I don't have access to my books right now so I can't answer the buying off LA question quite yet. When I get home tonight, I'll try to put up an explanation.


----------



## Isida Kep'Tukari (Sep 16, 2004)

Sephiroth, Serpenteye, I may have an rather unusual solution for your ghost situation.  I've written a prestige class called The Song Ghost, in which a bard literally bonds with a spirit in order to help it complete the task that held it to life.  However, for Serpenteye's character, you could turn this PrC on its head.  Make the Song Ghost your cohort, and perhaps select an elf or similarly long-lived race so that you can say you've been around for a while.  Just a suggestion.


----------



## Serpenteye (Sep 16, 2004)

Sephiroth no Miko said:
			
		

> Well, that is one of the tricky things about playing a ghost, I would agree.
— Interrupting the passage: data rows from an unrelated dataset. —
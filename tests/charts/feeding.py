"""Series into the bank, every way: at once, singly, in random cuts, mixed with other rows."""

import itertools
import random
from collections.abc import Sequence

import numpy as np

from quietmill.charts.bank import Bank
from quietmill.model import NO_TIME, NOTICE, POINT, READING, Detector, Verdicts

MINUTE = 60_000_000


def readings_of(values: Sequence[float], row: int = 0, times: Sequence[int] | None = None) -> np.ndarray:
    """Return a series as readings a minute apart, each a message of its own."""
    readings = np.zeros(len(values), READING)
    readings["row"] = row
    readings["value"] = values
    readings["time"] = np.arange(len(values)) * MINUTE if times is None else times
    readings["message"] = np.arange(len(values)) * 1000 + row
    readings["arrival"] = readings["sequence"] = NO_TIME
    readings["fingerprint"] = readings["value"].view(np.uint64)
    return readings


def judged(detector: Detector, values: Sequence[float], times: Sequence[int] | None = None) -> Verdicts:
    return Bank([detector]).judge(readings_of(values, 0, times))


def comparable(verdicts: Verdicts) -> list[tuple]:
    """Return verdicts by row as bytes, without indices into the batch."""
    points, notices = verdicts.points.copy(), verdicts.notices.copy()
    points["reading"] = notices["point"] = 0
    found = []
    for row in np.unique(points["row"]).tolist():
        told = notices["row"] == row
        found.append(
            (row, points[points["row"] == row].tobytes(), notices[told].tobytes(), verdicts.recent[told].tobytes())
        )
    return found


def joined(parts: Sequence[Verdicts]) -> Verdicts:
    return Verdicts(
        np.concatenate([part.outcomes for part in parts]),
        np.concatenate([np.asarray(part.points).view(POINT) for part in parts]),
        np.concatenate([np.asarray(part.notices).view(NOTICE) for part in parts]),
        np.concatenate([part.recent for part in parts]),
        np.concatenate([part.set_back for part in parts]),
    )


def in_cuts(detectors: Sequence[Detector], readings: np.ndarray, cuts: Sequence[int]) -> Verdicts:
    """Judge readings cut at the given places."""
    bank = Bank(detectors)
    edges = [0, *sorted(cuts), len(readings)]
    return joined([bank.judge(readings[a:b]) for a, b in itertools.pairwise(edges)])


def every_way(detectors: Sequence[Detector], readings: np.ndarray, seed: int = 0) -> list[Verdicts]:
    """Judge readings at once, singly, in random cuts and with the rows interleaved otherwise."""
    stream, count = random.Random(seed), len(readings)
    shuffled = sorted(range(count), key=lambda place: (stream.random(),))
    order = {
        row: iter([place for place in range(count) if readings["row"][place] == row])
        for row in set(readings["row"].tolist())
    }
    interleaved = readings[[next(order[int(readings["row"][place])]) for place in shuffled]]
    return [
        in_cuts(detectors, readings, []),
        in_cuts(detectors, readings, range(1, count)),
        in_cuts(detectors, readings, sorted(stream.sample(range(1, count), min(7, count - 1)))),
        in_cuts(detectors, interleaved, []),
    ]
But you mentioned that your character perhaps was determined to stay in the mortal realms, partly out of fear of what awaited him in the Afterlife, partly determined to be master of his own fate, no matter what. I could see that as an acceptable drive. Ever reading any of the Sandman comics? There's a character in there, Hobbs Gadlin (sp?), who is effectively immortal because, well, he chooses not to die. (Well, it's a bit more complicated than that, but the premise remains the same.) It'd be kinda the same... your character sticks around because well, he chooses to, very, very strongly.




Yes, that's pretty much his primary motivation.



			
				Sephiroth no Miko said:
			
		

> But I would argue that ghosts are rarely sane to begin with.  There are plenty of ghosts in literature who linger on, long after their reason for doing so is gone. It's not logical (or sane) but people rarely are, and dead people are no exception. Ghosts are usually tragic because of the circumstances of their death and their inability to let go of something or someone or some event.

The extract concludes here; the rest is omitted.